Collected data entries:

---------------

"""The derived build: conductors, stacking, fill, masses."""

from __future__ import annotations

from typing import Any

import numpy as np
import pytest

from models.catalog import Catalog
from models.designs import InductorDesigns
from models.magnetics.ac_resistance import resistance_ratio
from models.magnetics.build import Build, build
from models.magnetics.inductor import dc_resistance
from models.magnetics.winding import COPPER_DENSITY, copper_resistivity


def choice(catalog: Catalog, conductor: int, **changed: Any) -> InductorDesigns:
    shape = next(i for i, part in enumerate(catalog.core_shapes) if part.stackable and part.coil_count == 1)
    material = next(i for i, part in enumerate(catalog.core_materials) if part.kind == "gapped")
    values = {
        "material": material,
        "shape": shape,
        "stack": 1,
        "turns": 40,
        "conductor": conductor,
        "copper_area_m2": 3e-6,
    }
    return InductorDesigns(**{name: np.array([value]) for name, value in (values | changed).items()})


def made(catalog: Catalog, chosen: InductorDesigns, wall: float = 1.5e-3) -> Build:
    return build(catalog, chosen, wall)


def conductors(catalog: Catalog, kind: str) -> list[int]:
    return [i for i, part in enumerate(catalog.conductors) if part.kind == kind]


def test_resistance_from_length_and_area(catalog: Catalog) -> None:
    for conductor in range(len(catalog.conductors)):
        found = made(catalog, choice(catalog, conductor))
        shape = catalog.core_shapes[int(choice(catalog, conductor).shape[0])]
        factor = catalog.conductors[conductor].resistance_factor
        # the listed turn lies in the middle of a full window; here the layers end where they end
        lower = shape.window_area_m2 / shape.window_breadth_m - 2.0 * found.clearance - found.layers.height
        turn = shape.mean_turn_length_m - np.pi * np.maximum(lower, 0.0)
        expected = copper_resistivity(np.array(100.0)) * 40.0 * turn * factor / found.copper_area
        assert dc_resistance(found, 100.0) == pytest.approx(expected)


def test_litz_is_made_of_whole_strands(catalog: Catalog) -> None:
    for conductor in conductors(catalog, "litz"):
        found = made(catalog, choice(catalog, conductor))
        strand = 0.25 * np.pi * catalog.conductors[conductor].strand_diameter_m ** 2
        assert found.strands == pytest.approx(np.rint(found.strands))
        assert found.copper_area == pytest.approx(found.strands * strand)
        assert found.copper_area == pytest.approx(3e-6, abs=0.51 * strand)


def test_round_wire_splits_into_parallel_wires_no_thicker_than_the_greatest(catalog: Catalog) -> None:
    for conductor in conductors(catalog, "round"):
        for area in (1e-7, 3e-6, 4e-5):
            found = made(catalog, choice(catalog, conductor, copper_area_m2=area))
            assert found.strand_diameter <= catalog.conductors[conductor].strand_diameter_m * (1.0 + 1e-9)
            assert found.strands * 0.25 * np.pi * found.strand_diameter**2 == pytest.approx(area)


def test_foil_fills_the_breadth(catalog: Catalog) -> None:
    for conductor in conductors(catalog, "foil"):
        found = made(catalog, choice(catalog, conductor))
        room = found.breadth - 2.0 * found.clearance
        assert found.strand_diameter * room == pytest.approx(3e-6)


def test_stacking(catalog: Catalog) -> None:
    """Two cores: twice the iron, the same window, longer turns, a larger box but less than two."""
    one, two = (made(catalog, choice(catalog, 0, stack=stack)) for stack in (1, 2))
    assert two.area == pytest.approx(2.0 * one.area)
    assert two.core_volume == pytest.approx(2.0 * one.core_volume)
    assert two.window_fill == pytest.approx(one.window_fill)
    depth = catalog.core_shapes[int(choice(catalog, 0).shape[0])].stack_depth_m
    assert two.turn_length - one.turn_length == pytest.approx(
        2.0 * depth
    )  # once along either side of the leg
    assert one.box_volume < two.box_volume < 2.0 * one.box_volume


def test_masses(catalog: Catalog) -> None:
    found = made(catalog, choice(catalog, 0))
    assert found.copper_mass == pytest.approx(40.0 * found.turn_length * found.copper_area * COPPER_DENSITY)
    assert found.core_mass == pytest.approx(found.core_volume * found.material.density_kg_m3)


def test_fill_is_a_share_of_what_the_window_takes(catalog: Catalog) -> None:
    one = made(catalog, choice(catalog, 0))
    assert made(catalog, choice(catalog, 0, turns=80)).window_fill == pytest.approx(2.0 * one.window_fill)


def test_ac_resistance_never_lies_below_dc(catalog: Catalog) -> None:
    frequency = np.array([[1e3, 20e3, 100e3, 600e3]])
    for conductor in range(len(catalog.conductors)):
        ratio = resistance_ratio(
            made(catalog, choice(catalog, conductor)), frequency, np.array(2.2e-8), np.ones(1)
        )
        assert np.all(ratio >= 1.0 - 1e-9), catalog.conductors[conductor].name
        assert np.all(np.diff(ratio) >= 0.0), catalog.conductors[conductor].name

---------------

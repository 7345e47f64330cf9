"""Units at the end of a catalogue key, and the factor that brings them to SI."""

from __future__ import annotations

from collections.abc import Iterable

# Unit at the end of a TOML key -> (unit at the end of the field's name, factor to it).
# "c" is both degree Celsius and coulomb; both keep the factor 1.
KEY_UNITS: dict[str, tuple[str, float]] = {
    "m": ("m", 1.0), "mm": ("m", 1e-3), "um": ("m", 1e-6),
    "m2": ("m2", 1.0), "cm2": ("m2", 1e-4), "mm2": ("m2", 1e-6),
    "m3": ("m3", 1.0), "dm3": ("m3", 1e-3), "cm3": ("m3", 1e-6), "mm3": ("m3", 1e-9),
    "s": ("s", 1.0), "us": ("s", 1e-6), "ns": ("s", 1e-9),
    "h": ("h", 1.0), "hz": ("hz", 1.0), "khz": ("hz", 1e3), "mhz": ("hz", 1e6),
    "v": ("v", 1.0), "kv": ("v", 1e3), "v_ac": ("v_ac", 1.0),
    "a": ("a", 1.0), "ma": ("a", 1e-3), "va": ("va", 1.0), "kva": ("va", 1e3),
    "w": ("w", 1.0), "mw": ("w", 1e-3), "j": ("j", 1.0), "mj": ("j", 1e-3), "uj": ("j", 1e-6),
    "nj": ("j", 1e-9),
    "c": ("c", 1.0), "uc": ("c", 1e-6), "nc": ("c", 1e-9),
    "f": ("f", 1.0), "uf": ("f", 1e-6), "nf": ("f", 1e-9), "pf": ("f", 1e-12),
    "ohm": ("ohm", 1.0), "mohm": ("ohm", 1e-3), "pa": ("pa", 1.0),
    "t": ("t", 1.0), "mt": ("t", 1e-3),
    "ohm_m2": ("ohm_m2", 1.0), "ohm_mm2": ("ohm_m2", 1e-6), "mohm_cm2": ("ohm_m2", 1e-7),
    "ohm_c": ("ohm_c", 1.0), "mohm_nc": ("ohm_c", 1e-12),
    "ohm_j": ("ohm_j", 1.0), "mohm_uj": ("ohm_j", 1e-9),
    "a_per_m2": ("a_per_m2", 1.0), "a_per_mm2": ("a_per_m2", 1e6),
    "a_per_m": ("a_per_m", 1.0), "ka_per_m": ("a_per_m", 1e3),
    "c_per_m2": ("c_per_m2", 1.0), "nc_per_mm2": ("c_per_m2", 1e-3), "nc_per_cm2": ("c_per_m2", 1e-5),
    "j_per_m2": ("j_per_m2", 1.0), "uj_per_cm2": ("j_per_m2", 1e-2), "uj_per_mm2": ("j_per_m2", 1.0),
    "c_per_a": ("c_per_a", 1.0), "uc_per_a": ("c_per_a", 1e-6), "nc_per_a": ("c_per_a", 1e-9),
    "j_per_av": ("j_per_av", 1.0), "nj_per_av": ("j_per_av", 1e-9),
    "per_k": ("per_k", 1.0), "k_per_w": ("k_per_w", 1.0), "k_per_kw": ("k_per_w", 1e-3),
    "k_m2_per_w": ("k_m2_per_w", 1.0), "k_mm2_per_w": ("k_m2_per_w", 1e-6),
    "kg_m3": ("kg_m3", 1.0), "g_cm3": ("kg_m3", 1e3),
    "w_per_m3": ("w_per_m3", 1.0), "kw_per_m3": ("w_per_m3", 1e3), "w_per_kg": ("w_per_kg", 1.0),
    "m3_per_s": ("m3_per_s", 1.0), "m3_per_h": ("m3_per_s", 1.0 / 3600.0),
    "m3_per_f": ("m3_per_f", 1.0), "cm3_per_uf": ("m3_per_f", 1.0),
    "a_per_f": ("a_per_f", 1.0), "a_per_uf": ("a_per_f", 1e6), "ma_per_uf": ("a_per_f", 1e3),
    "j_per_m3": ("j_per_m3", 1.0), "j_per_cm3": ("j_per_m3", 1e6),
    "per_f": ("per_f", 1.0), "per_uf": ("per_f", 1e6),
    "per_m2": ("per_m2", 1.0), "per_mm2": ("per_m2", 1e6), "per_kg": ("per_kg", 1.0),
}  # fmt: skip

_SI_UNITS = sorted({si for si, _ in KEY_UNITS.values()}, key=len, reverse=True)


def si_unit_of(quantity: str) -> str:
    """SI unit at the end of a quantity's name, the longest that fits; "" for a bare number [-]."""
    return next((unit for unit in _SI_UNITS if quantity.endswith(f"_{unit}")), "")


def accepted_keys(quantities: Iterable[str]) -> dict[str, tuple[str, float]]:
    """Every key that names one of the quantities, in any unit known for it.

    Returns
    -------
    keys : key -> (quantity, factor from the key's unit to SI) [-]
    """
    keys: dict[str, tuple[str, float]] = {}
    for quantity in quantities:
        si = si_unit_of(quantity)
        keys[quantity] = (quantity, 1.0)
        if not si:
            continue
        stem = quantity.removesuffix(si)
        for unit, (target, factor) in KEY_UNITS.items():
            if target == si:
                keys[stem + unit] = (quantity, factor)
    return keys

---------------

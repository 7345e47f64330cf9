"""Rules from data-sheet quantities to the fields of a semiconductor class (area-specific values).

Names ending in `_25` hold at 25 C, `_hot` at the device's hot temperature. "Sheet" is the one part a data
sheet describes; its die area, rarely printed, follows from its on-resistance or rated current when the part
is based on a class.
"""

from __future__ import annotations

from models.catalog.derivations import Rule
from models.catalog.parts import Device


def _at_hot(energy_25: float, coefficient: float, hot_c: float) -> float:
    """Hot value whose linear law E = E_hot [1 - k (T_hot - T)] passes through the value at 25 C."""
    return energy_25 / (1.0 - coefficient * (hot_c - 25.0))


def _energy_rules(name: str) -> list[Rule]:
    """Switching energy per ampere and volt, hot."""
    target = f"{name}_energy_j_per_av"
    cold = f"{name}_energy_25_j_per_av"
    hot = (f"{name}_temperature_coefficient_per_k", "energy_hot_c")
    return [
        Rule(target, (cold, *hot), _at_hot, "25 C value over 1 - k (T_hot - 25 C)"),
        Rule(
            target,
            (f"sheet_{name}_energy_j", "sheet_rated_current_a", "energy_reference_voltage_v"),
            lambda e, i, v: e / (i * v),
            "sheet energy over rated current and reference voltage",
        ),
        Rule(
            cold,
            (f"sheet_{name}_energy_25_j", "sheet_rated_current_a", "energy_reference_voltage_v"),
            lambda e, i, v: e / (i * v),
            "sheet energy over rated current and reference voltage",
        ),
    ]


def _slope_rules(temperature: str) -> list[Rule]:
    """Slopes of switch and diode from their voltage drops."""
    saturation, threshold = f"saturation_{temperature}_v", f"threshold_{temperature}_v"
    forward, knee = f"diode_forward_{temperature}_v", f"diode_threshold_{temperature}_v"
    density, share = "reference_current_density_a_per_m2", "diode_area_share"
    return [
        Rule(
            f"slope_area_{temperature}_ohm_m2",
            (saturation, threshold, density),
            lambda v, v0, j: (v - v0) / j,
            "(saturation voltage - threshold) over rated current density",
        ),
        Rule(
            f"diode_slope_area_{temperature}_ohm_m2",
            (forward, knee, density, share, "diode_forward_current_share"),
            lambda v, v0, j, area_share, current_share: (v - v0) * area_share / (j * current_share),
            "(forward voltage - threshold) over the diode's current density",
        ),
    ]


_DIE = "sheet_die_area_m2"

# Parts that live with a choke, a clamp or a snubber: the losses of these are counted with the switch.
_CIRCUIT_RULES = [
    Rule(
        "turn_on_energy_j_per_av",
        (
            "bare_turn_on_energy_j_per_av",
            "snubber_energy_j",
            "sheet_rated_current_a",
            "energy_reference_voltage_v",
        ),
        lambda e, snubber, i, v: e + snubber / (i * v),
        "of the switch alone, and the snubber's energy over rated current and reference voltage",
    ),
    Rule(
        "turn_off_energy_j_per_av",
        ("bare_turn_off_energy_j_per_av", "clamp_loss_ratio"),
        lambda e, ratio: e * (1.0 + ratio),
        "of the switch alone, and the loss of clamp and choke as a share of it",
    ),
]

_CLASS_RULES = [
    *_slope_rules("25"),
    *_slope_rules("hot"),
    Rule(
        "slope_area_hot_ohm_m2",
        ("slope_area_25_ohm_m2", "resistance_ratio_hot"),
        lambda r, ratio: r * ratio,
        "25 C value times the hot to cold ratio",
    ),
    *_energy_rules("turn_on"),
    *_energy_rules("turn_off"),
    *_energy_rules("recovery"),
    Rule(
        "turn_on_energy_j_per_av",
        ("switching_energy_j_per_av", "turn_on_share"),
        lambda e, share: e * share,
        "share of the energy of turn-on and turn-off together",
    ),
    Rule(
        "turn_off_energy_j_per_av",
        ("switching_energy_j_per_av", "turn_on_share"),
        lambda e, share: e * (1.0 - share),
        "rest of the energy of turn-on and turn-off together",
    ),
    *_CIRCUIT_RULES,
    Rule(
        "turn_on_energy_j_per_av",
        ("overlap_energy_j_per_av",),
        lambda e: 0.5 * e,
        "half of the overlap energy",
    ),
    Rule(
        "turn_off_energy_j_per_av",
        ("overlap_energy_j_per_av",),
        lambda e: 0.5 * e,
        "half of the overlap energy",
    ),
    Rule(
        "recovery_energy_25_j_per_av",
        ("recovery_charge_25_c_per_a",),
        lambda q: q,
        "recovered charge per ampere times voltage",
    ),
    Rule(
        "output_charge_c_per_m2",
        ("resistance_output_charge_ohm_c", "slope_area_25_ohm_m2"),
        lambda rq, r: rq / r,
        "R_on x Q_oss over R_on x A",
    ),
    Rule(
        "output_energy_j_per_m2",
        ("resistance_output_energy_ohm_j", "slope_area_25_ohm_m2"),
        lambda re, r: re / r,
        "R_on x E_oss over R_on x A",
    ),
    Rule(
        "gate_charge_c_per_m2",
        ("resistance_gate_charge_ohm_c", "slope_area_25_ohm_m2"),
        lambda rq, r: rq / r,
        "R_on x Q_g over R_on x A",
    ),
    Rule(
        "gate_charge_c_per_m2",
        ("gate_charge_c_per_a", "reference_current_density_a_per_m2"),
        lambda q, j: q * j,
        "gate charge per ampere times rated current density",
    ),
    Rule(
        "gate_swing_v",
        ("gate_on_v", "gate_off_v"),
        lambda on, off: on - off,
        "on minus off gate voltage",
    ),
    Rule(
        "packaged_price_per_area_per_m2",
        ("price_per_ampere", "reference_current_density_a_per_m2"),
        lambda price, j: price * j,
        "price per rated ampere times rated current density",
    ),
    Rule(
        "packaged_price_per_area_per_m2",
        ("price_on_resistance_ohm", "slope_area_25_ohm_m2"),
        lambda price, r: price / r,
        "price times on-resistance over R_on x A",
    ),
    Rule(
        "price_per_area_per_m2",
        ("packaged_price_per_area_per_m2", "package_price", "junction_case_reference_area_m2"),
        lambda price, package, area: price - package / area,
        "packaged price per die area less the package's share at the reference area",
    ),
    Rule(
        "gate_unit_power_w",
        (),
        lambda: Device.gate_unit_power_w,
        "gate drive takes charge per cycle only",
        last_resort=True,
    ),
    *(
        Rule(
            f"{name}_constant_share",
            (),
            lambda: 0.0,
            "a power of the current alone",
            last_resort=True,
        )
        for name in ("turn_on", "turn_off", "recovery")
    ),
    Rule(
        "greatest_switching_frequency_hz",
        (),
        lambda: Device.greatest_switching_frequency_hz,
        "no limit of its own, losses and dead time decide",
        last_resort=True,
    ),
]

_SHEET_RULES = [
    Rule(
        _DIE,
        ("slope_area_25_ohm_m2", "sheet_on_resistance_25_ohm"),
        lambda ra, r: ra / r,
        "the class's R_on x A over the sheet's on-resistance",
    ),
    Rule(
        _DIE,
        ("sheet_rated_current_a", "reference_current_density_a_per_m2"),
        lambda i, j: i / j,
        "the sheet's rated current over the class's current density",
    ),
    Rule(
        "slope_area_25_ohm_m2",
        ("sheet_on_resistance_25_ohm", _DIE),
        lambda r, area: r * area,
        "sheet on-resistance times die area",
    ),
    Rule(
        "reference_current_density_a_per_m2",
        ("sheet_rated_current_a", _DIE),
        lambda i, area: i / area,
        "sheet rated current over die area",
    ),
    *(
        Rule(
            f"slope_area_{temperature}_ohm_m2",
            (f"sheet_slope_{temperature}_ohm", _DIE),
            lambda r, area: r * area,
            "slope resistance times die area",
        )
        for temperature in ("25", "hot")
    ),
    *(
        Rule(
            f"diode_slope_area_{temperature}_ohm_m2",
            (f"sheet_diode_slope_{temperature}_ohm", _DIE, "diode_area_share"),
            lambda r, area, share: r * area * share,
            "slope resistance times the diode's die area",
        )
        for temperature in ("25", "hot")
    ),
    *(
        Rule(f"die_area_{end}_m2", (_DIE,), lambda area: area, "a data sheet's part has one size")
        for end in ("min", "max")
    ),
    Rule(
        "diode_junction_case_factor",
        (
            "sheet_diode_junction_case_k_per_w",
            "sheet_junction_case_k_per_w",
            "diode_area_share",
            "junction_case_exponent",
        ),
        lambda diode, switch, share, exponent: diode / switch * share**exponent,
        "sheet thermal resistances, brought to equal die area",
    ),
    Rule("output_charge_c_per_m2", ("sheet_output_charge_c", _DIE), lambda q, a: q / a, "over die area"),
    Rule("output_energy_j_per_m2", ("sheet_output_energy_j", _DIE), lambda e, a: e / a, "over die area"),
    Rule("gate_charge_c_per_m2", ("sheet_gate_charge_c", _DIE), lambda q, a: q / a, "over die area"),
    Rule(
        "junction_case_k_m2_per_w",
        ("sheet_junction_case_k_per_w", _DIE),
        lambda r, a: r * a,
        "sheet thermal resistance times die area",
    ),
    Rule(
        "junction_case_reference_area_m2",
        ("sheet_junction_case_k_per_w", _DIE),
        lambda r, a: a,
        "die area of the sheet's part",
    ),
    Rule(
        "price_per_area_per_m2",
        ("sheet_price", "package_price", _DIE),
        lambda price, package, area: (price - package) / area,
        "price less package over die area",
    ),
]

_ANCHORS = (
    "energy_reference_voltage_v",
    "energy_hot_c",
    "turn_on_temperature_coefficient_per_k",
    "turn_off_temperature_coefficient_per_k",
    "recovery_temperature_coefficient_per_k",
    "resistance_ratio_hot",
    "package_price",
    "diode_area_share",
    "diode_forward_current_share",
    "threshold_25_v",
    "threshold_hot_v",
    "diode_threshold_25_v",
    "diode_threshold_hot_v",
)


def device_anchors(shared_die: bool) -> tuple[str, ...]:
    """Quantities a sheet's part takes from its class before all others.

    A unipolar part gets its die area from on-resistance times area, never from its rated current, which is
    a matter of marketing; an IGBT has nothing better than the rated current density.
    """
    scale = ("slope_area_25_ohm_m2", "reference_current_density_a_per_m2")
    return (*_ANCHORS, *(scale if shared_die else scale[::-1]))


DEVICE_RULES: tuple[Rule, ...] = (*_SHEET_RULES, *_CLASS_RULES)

---------------

▶ _WHAT THIS TASK INVOLVES_:
Looking at the records above, how many of their lines carry the string "values"? Answer with the number and nothing else.

▶ _ANSWER TO THE EXERCISE_:
4